** Work request **
Every line from the one containing "return (day - FIRST_MONDAY).days // 7" to the end of the listing below should be transcribed exactly, and no line outside that span should appear.
─── Supplied entries
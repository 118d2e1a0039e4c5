"""Days, weeks and months of the sample, and its seeded random streams."""

import zlib
from collections.abc import Iterator
from datetime import date, timedelta

import numpy as np
from numpy.typing import NDArray

SEED = 20_240_611
YEARS = (2022, 2023, 2024)
MONTHS = tuple(f"{year}-{month:02d}" for year in YEARS for month in range(1, 13))
FIRST_MONDAY = date(2021, 12, 27)
DAYS = tuple(date(2022, 1, 1) + timedelta(days=n) for n in range(1096))
MONDAYS = tuple(FIRST_MONDAY + timedelta(weeks=n) for n in range(158))


def stream(*keys: str | int) -> np.random.Generator:
    """Return the random stream of a purpose, independent of every other purpose's."""
    words = [zlib.crc32(str(key).encode()) for key in keys]
    return np.random.Generator(np.random.PCG64(np.random.SeedSequence([SEED, *words])))


def month_of(day: date) -> str:
    """Return the calendar month of a day, `2024-03`."""
    return f"{day:%Y-%m}"


def week_of(day: date) -> int:
    """Return the position of a day's week among `MONDAYS`."""
    return (day - FIRST_MONDAY).days // 7


def days_of(month: str) -> tuple[date, ...]:
    """Return the days of a month."""
    return tuple(day for day in DAYS if month_of(day) == month)


def weeks_of(month: str) -> tuple[int, ...]:
    """Return the weeks whose Thursday lies in a month."""
    return tuple(n for n, monday in enumerate(MONDAYS) if month_of(monday + timedelta(days=3)) == month)


def month_of_weeks() -> NDArray[np.int64]:
    """Return the month position of every week by its Thursday, held within the sample's months."""
    thursdays = [monday + timedelta(days=3) for monday in MONDAYS]
    positions = [12 * (day.year - YEARS[0]) + day.month - 1 for day in thursdays]
    return np.clip(np.array(positions, dtype=np.int64), 0, len(MONTHS) - 1)


def numbered_months() -> Iterator[tuple[int, str]]:
    """Yield the position and name of every month."""
    yield from enumerate(MONTHS)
──────
** Output below **
    return (day - FIRST_MONDAY).days // 7


def days_of(month: str) -> tuple[date, ...]:
    """Return the days of a month."""
    return tuple(day for day in DAYS if month_of(day) == month)


def weeks_of(month: str) -> tuple[int, ...]:
    """Return the weeks whose Thursday lies in a month."""
    return tuple(n for n, monday in enumerate(MONDAYS) if month_of(monday + timedelta(days=3)) == month)


def month_of_weeks() -> NDArray[np.int64]:
    """Return the month position of every week by its Thursday, held within the sample's months."""
    thursdays = [monday + timedelta(days=3) for monday in MONDAYS]
    positions = [12 * (day.year - YEARS[0]) + day.month - 1 for day in thursdays]
    return np.clip(np.array(positions, dtype=np.int64), 0, len(MONTHS) - 1)


def numbered_months() -> Iterator[tuple[int, str]]:
    """Yield the position and name of every month."""
    yield from enumerate(MONTHS)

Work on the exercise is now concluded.